◆ What is expected
Among the records that follow, find the line with "assert by_number.summary().json() is" and the line with "said['modes'][0][name]['uncertainty'] == quantity.uncertainty". Set down those lines and all lines between them exactly, without adding anything.
====================
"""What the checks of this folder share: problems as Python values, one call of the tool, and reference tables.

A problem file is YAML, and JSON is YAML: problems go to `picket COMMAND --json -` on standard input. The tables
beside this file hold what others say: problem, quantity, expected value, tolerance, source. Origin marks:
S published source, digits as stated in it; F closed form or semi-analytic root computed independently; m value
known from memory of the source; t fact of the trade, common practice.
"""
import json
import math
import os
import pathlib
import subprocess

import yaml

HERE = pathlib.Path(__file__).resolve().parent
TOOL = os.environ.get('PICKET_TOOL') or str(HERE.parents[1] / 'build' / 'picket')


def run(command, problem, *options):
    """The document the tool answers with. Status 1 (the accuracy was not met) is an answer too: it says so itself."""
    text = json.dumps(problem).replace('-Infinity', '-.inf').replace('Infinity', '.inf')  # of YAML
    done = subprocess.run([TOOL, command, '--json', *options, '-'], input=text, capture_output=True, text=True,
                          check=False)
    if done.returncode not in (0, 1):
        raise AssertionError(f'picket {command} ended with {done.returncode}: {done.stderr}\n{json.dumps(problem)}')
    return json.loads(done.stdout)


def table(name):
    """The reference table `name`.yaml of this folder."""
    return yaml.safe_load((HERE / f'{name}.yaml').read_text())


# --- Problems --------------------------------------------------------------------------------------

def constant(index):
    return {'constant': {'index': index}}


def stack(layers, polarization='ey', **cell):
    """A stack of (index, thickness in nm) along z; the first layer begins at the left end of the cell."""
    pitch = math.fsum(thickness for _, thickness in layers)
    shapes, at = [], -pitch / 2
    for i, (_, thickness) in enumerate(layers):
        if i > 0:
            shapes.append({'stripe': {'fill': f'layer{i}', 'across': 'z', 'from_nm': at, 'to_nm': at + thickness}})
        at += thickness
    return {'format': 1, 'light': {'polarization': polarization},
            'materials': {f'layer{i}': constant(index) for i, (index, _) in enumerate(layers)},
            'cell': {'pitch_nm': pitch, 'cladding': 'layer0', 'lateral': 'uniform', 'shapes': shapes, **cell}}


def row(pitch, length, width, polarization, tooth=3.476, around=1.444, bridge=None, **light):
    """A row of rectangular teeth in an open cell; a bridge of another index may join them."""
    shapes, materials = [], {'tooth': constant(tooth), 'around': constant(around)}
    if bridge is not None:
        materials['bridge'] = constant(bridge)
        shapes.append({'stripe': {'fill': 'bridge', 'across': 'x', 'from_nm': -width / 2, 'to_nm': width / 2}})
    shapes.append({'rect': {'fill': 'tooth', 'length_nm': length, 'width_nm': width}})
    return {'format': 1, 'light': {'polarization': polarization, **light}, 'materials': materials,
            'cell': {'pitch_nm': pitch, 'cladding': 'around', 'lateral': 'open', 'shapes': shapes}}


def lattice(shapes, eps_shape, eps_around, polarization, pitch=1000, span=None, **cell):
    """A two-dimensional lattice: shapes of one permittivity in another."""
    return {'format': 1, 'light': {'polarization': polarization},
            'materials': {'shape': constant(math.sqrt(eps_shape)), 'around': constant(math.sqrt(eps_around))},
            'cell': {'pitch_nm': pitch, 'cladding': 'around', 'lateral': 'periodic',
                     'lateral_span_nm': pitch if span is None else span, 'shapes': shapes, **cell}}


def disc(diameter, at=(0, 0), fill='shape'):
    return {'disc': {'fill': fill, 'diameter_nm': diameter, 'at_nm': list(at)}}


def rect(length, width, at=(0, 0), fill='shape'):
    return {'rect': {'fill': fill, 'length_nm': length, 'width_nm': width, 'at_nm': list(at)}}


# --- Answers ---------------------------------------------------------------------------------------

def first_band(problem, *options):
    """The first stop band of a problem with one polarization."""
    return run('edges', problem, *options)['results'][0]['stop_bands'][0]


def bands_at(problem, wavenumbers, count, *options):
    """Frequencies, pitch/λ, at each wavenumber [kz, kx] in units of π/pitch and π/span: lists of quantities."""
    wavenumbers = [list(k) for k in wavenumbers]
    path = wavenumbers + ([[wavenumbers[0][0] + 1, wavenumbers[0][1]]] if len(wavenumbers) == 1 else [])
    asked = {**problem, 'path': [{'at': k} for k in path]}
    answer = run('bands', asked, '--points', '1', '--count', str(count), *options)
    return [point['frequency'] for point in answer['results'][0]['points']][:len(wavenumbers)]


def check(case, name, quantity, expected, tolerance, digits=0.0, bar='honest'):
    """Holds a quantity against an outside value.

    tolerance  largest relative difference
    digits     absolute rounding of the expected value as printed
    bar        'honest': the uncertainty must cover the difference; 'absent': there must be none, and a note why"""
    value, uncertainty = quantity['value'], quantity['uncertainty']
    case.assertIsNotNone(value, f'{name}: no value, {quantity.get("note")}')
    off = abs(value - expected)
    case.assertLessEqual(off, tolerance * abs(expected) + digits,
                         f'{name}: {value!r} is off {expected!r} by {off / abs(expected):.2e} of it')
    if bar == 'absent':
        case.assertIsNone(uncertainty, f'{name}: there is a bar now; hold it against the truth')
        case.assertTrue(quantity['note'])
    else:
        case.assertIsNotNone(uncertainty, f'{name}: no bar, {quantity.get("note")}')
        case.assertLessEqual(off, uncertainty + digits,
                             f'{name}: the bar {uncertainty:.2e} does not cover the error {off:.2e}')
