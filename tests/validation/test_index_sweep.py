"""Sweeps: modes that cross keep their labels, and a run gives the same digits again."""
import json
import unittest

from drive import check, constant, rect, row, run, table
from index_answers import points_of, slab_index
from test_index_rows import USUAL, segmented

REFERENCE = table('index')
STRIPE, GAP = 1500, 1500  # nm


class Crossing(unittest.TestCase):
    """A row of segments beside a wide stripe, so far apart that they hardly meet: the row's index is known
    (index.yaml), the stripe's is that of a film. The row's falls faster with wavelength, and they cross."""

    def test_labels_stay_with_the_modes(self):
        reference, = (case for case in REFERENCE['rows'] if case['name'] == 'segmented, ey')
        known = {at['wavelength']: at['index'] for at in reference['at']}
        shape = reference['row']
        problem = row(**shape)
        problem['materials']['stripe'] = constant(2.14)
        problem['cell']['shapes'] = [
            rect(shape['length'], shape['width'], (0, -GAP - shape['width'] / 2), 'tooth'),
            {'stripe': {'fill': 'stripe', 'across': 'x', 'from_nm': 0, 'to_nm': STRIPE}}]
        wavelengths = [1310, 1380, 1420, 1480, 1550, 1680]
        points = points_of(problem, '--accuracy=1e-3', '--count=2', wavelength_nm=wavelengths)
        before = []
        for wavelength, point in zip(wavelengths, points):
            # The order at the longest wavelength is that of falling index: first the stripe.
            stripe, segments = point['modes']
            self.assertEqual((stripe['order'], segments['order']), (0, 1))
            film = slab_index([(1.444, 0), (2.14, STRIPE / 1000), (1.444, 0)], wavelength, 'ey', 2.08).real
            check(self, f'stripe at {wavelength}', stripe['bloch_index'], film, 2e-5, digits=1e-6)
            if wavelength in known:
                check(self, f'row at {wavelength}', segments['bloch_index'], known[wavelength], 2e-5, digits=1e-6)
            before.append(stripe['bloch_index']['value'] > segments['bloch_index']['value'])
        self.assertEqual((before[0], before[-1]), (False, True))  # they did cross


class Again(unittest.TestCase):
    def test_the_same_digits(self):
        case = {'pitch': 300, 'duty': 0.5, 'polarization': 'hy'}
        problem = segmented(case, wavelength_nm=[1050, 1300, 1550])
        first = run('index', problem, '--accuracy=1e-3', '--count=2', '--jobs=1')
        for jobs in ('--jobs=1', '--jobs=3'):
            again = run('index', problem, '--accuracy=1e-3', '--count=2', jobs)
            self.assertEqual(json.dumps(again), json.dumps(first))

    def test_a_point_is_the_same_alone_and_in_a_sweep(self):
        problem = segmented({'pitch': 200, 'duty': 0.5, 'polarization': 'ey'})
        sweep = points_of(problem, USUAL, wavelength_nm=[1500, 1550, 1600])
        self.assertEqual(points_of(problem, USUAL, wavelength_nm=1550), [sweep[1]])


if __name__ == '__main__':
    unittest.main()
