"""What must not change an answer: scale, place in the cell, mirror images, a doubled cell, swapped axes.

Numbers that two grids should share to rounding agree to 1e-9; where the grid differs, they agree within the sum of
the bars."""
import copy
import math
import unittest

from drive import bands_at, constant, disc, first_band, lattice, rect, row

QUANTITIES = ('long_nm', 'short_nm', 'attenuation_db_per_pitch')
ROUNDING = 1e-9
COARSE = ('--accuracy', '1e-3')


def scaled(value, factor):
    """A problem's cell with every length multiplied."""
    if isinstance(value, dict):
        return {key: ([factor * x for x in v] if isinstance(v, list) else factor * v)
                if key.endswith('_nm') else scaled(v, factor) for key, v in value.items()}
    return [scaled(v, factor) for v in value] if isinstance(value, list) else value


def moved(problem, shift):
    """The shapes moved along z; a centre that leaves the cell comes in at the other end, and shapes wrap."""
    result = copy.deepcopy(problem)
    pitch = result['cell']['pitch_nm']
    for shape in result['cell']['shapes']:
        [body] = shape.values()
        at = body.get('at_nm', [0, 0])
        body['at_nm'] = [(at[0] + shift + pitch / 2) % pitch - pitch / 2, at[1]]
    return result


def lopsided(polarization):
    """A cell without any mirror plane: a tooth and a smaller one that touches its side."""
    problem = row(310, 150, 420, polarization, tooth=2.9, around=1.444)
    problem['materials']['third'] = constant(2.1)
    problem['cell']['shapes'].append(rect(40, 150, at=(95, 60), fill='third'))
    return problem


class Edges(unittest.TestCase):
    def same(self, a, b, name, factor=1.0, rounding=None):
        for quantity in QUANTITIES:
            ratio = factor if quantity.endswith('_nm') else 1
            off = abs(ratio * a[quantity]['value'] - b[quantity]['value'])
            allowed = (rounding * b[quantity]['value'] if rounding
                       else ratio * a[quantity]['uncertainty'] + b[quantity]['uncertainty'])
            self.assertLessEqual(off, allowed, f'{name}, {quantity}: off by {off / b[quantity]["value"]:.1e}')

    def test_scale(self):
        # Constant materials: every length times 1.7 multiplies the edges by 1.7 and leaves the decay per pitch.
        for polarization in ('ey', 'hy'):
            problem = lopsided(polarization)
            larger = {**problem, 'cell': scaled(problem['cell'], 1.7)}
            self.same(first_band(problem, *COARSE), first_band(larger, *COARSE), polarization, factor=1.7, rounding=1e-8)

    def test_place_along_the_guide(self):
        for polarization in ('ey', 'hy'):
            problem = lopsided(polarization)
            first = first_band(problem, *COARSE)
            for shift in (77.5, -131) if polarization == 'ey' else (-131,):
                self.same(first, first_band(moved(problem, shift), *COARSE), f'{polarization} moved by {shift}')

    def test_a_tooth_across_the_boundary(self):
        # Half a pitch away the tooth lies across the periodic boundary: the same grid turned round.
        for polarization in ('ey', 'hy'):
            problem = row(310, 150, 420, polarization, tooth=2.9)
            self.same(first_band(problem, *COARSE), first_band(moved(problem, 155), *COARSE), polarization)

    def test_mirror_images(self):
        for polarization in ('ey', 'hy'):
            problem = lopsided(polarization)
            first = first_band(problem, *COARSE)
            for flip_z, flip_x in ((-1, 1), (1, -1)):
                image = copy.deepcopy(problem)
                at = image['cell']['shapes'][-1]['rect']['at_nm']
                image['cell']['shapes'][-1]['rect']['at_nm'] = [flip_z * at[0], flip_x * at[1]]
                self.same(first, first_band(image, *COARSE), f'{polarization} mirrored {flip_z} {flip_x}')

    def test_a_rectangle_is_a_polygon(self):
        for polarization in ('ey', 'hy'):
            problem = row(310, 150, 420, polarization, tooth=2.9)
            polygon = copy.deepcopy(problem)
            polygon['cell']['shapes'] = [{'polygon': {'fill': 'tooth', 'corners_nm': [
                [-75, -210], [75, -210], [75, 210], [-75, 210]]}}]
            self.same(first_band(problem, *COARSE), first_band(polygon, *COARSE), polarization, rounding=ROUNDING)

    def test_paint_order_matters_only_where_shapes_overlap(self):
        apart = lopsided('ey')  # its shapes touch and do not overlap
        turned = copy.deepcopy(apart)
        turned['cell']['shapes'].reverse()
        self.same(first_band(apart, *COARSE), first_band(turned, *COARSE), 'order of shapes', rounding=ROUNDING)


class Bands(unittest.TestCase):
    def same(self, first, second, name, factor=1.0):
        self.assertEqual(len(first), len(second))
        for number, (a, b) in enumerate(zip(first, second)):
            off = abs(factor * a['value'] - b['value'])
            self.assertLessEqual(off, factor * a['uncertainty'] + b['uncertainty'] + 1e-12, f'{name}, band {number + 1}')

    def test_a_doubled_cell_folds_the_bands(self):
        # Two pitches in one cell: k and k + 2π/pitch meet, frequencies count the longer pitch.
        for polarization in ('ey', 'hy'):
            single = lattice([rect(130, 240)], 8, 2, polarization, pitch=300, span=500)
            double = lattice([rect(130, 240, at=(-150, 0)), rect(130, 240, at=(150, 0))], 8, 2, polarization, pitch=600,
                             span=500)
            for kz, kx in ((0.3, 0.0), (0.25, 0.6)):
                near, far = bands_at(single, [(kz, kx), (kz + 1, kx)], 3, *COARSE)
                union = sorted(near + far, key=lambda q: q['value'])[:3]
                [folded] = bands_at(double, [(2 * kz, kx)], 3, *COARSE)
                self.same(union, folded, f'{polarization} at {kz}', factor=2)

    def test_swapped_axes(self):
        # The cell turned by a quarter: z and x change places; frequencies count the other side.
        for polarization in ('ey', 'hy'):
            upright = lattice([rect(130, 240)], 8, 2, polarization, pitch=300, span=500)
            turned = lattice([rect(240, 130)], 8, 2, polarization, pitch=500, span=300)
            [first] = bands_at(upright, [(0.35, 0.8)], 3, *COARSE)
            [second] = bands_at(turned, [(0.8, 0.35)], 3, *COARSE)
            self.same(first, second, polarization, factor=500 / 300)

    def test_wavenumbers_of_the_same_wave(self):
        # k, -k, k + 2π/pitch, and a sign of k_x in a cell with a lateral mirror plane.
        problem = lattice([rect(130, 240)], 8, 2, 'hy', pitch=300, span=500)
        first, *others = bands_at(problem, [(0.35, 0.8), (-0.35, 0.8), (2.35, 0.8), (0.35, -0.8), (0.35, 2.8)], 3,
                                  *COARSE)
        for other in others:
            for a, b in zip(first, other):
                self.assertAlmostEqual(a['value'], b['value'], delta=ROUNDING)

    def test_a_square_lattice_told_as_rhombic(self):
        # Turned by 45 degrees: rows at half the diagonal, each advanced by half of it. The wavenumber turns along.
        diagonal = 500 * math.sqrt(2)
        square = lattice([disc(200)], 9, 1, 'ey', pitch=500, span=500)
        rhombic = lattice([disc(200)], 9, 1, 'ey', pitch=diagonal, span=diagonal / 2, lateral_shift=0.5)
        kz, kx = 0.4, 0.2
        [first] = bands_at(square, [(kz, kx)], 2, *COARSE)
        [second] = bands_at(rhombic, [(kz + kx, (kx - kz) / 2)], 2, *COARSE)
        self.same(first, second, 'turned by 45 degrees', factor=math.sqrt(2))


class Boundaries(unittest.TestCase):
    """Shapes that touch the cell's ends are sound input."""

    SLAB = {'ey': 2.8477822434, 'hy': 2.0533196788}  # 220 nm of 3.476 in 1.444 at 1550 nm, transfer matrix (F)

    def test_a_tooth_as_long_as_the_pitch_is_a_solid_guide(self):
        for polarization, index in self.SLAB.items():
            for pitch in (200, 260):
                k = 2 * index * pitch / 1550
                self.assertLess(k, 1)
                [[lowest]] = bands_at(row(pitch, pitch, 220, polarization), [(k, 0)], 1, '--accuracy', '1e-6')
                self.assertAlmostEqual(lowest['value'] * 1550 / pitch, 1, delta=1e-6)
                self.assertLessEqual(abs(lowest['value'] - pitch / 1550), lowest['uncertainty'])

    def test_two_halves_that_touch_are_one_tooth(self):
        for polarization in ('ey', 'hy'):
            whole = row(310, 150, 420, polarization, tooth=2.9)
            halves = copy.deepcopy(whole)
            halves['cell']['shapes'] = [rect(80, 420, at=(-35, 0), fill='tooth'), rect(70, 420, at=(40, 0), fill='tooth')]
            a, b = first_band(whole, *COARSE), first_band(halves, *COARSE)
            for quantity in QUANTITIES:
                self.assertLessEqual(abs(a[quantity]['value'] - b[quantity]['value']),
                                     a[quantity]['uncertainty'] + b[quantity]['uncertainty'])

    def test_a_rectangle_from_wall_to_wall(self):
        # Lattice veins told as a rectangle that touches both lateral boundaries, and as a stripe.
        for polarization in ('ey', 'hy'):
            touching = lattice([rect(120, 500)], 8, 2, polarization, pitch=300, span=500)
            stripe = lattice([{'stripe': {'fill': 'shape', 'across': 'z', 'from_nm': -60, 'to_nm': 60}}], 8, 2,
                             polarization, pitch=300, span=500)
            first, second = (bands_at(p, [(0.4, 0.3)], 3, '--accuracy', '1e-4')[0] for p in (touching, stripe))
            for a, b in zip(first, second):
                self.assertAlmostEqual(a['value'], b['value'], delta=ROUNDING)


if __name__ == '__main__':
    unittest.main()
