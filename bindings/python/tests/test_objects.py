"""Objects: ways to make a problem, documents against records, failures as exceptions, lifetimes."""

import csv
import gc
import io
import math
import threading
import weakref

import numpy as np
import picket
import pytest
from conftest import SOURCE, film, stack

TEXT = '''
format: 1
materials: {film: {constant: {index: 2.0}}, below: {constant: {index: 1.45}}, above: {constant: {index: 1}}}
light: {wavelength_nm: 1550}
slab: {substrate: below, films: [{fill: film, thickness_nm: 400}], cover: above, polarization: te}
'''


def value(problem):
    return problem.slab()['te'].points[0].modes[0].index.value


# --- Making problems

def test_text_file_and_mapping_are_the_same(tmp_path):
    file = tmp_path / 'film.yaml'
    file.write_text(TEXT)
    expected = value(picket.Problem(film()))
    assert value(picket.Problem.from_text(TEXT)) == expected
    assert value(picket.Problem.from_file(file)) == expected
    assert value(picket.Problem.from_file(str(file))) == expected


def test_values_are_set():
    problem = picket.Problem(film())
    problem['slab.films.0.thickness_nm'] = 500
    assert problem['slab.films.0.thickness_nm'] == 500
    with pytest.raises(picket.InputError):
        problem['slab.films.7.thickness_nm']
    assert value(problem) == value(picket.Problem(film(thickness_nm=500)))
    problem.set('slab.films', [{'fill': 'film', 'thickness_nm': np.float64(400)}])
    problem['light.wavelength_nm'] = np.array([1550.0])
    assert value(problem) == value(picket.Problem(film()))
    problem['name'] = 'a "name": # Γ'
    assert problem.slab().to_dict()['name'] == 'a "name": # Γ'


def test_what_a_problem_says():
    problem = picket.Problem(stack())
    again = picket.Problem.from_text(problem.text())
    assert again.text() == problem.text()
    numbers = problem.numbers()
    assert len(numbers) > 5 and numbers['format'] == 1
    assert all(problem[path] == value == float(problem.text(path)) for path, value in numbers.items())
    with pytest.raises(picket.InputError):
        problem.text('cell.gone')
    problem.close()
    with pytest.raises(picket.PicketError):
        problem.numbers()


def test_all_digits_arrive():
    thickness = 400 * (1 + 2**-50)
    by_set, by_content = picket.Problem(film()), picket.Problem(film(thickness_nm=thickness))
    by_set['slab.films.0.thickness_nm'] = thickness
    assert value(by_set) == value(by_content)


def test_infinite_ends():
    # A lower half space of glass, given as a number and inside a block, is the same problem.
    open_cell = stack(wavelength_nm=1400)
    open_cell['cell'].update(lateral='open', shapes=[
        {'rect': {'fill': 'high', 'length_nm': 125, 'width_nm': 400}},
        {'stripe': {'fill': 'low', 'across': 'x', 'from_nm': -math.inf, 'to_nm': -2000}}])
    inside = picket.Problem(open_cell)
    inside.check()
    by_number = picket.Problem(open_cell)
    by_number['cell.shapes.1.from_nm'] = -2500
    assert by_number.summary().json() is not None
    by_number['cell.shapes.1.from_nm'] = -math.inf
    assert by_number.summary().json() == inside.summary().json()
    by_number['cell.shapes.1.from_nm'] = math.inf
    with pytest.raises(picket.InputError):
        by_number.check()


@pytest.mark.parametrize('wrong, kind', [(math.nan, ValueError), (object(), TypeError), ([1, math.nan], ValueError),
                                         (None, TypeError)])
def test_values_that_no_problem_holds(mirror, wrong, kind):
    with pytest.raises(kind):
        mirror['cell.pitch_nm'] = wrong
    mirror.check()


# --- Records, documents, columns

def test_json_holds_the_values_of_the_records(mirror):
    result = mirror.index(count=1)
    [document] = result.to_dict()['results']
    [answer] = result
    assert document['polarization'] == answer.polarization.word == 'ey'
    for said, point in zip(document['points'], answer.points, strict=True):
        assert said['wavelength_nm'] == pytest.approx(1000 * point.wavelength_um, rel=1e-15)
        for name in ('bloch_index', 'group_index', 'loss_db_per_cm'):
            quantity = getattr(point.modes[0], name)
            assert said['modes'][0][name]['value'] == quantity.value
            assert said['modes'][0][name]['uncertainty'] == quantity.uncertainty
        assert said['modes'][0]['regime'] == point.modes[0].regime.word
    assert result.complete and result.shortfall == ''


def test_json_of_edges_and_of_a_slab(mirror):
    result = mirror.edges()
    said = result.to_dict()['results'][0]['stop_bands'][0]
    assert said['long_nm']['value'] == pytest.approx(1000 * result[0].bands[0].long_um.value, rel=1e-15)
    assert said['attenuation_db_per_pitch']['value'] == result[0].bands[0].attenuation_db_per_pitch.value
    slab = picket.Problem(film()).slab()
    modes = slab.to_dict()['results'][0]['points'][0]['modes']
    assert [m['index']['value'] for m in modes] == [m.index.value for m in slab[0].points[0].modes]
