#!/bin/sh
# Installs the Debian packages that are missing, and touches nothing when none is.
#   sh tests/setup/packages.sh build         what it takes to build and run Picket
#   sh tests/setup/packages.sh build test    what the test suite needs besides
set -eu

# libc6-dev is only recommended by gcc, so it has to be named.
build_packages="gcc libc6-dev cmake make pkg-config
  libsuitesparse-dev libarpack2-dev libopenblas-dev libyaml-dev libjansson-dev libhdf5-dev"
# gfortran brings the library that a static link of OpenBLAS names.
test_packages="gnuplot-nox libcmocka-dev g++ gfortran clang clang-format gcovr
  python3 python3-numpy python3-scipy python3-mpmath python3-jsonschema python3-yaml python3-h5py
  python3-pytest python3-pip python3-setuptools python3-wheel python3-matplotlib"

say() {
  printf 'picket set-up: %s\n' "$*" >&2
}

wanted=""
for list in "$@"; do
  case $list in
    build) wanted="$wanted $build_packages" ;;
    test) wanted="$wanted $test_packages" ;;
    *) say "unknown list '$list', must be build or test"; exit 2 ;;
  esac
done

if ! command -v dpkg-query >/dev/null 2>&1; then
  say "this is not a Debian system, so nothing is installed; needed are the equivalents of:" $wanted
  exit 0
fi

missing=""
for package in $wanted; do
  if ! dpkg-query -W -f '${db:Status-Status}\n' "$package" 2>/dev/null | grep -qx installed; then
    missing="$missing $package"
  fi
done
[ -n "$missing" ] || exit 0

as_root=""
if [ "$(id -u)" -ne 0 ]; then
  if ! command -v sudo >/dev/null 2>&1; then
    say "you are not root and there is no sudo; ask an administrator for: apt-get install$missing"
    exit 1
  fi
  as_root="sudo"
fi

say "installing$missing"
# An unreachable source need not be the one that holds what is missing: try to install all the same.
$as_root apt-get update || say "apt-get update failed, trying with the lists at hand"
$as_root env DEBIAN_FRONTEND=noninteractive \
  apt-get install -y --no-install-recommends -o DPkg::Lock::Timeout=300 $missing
====================
◆ Written response
    assert by_number.summary().json() is not None
    by_number['cell.shapes.1.from_nm'] = -math.inf
    assert by_number.summary().json() == inside.summary().json()
    by_number['cell.shapes.1.from_nm'] = math.inf
    with pytest.raises(picket.InputError):
        by_number.check()


@pytest.mark.parametrize('wrong, kind', [(math.nan, ValueError), (object(), TypeError), ([1, math.nan], ValueError),
                                         (None, TypeError)])
def test_values_that_no_problem_holds(mirror, wrong, kind):
    with pytest.raises(kind):
        mirror['cell.pitch_nm'] = wrong
    mirror.check()


# --- Records, documents, columns

def test_json_holds_the_values_of_the_records(mirror):
    result = mirror.index(count=1)
    [document] = result.to_dict()['results']
    [answer] = result
    assert document['polarization'] == answer.polarization.word == 'ey'
    for said, point in zip(document['points'], answer.points, strict=True):
        assert said['wavelength_nm'] == pytest.approx(1000 * point.wavelength_um, rel=1e-15)
        for name in ('bloch_index', 'group_index', 'loss_db_per_cm'):
            quantity = getattr(point.modes[0], name)
            assert said['modes'][0][name]['value'] == quantity.value
            assert said['modes'][0][name]['uncertainty'] == quantity.uncertainty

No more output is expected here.